Output only the lines below from the one containing "very high ratios" to the one containing "pub mod willis;", exactly as written, both ends kept.

:: Source material

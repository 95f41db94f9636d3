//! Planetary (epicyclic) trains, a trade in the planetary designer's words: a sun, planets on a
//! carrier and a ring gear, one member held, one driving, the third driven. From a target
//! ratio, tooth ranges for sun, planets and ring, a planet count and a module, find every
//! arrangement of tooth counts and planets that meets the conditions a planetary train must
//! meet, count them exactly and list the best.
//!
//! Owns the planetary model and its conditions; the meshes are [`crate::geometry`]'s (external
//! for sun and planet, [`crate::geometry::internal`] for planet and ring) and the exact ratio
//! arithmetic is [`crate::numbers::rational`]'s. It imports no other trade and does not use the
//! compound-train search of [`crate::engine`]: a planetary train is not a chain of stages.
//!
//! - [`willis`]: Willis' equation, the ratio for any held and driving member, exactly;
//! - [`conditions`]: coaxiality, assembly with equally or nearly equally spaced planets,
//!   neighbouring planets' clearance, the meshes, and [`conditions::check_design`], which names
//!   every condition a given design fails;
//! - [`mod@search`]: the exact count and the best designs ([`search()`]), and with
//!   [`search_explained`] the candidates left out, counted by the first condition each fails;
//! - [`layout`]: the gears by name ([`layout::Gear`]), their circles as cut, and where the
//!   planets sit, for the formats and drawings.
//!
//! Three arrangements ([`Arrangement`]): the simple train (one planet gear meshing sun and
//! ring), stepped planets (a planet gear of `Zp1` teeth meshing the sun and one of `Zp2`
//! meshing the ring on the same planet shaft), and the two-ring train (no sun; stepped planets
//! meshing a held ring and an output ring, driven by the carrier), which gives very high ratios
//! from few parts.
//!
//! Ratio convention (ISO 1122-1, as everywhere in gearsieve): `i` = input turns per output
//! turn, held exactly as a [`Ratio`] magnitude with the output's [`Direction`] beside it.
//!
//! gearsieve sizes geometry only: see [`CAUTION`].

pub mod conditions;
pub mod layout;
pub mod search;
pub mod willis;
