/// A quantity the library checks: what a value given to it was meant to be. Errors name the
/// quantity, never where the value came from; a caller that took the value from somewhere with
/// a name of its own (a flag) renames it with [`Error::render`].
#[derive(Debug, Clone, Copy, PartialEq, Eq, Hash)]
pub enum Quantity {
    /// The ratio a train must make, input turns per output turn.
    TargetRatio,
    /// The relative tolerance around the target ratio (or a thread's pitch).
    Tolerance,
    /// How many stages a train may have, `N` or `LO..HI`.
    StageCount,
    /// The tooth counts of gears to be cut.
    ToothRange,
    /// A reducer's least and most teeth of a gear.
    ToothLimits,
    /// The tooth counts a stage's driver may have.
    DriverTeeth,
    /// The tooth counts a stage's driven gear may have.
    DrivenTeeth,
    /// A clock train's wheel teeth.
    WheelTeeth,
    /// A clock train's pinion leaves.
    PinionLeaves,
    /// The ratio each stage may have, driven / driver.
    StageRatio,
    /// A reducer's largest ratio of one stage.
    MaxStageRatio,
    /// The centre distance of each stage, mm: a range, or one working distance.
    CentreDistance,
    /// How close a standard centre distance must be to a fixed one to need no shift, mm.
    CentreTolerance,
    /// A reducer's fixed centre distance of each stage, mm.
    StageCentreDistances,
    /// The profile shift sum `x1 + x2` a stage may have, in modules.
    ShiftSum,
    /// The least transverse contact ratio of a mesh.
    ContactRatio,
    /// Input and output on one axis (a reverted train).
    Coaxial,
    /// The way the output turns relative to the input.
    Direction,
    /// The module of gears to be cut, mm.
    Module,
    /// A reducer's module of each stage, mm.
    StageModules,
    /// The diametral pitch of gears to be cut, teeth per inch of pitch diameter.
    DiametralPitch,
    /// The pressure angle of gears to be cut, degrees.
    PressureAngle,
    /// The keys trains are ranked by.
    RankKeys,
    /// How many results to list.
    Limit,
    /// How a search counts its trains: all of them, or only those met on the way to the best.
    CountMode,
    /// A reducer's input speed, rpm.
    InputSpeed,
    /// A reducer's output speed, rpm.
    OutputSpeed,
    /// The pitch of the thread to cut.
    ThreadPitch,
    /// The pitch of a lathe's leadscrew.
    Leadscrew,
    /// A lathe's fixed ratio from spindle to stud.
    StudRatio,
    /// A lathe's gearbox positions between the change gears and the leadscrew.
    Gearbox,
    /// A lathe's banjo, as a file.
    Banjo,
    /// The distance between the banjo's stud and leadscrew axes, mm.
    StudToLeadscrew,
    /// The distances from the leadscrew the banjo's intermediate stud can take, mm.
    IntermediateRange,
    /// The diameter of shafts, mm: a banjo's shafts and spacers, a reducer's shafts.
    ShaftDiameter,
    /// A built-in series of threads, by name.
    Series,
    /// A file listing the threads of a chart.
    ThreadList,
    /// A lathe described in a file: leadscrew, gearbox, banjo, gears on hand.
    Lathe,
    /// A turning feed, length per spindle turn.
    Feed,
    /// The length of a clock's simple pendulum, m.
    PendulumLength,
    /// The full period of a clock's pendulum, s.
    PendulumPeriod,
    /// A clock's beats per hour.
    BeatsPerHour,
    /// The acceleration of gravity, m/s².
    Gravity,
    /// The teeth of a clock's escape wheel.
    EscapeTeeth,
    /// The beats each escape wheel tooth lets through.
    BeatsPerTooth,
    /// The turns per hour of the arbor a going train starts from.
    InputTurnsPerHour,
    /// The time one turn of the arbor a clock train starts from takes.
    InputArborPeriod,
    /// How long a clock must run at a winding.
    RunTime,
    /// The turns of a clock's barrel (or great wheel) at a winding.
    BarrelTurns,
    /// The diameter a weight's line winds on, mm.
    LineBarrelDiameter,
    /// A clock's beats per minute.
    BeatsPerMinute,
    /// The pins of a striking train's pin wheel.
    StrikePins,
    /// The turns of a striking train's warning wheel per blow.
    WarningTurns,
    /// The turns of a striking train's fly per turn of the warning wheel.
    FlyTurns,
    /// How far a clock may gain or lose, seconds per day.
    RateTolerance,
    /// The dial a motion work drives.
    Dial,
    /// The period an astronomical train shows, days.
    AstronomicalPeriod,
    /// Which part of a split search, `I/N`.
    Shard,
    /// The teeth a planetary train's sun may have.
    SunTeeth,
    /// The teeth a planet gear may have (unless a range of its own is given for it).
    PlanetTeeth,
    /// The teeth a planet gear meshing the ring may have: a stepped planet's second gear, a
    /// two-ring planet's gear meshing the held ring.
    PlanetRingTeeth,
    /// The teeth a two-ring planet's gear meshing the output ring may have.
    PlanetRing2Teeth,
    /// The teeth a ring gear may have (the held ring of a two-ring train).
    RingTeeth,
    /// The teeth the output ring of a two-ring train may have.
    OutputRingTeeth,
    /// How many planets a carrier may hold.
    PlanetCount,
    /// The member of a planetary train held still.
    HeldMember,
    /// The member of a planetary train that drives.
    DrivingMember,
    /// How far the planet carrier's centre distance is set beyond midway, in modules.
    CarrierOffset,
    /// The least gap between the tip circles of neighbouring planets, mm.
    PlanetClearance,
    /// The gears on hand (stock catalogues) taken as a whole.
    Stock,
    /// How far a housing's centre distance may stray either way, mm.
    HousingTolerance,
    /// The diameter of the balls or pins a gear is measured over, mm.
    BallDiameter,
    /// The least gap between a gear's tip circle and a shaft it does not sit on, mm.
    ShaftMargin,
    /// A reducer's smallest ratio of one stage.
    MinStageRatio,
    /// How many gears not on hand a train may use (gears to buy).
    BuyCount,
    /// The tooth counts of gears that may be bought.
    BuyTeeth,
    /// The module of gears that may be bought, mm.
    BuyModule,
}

::::
:: Source material

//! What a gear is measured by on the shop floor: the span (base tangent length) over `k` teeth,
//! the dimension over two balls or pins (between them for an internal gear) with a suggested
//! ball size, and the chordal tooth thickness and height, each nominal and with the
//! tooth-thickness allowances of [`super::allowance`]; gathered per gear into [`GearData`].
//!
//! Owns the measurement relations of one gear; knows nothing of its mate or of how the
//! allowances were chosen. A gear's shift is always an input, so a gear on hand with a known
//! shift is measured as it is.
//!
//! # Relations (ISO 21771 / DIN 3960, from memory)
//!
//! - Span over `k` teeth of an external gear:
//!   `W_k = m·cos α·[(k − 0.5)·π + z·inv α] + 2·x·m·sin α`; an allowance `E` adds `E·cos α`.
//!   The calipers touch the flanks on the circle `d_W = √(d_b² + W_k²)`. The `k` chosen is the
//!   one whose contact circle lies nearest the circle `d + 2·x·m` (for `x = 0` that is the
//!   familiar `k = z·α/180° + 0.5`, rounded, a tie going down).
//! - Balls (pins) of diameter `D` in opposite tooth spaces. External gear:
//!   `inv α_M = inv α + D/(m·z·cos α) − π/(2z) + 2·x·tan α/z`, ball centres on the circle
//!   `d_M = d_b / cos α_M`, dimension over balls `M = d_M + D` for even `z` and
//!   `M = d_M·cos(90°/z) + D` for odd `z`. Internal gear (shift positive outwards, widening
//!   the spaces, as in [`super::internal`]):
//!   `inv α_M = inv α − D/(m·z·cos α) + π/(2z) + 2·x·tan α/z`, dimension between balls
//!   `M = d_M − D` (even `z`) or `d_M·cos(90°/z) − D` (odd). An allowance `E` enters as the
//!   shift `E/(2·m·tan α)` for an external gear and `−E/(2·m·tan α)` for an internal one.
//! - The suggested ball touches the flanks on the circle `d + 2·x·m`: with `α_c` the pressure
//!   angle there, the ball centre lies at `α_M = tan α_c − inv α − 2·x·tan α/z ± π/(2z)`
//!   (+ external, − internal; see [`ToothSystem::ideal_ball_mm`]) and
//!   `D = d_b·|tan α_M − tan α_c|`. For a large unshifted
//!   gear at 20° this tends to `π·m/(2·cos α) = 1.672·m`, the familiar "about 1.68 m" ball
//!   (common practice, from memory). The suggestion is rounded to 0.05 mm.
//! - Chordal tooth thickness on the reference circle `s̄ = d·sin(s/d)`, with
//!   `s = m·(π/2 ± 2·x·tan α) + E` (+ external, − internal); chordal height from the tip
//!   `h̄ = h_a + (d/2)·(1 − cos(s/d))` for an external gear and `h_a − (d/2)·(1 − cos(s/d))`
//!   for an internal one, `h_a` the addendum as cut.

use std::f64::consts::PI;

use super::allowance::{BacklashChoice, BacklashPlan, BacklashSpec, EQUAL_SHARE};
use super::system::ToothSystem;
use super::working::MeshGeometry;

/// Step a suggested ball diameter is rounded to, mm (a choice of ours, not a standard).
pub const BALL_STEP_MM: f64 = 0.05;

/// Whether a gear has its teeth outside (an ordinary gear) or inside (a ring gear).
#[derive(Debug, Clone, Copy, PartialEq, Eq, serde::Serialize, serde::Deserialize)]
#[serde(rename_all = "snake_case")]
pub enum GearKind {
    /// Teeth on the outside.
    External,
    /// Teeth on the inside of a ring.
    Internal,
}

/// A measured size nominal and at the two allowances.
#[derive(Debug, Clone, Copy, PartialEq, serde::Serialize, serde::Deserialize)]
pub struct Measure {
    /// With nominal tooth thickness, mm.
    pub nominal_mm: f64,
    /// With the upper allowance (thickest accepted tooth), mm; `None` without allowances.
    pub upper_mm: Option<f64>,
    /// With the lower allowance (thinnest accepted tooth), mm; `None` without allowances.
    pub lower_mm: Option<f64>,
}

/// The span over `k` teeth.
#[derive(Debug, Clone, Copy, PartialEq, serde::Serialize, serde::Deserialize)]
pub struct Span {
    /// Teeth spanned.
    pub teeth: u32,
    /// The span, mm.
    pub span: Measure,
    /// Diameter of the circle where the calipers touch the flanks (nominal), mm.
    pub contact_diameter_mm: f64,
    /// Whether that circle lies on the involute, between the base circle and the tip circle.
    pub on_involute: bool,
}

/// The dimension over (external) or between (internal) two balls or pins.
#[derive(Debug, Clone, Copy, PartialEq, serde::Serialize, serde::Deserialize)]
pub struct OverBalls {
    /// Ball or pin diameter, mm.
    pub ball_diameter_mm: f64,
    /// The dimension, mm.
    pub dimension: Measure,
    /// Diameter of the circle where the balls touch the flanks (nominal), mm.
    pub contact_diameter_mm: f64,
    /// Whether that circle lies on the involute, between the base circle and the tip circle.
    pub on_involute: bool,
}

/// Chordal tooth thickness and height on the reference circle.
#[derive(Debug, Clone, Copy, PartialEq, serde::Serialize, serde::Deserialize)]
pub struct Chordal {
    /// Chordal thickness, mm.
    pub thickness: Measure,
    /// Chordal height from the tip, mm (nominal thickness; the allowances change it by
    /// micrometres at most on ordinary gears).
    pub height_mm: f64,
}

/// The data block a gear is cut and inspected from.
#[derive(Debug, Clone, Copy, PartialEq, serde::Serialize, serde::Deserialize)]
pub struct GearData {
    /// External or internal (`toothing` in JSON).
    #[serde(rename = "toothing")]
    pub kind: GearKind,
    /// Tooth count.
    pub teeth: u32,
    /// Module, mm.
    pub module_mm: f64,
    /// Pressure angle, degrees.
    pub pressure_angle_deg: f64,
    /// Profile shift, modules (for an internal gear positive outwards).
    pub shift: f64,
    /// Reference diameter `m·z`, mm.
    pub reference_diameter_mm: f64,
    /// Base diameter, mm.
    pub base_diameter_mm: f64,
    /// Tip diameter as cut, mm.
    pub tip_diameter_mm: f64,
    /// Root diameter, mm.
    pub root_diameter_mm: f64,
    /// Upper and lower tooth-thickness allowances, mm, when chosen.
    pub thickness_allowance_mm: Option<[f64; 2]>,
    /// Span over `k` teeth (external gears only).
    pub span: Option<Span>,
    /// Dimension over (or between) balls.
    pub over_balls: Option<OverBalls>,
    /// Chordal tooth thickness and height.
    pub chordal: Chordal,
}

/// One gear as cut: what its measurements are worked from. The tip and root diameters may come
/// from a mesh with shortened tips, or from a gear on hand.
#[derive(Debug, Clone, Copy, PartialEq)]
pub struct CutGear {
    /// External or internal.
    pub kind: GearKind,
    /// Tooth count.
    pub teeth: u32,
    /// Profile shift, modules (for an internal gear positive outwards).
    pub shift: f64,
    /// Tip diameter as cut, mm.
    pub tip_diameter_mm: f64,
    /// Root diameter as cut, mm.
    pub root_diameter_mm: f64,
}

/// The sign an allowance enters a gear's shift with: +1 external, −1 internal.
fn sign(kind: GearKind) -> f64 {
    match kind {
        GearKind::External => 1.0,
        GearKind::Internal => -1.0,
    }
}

::::

_Task response:_
//! meshing a held ring and an output ring, driven by the carrier), which gives very high ratios
//! from few parts.
//!
//! Ratio convention (ISO 1122-1, as everywhere in gearsieve): `i` = input turns per output
//! turn, held exactly as a [`Ratio`] magnitude with the output's [`Direction`] beside it.
//!
//! gearsieve sizes geometry only: see [`CAUTION`].

pub mod conditions;
pub mod layout;
pub mod search;
pub mod willis;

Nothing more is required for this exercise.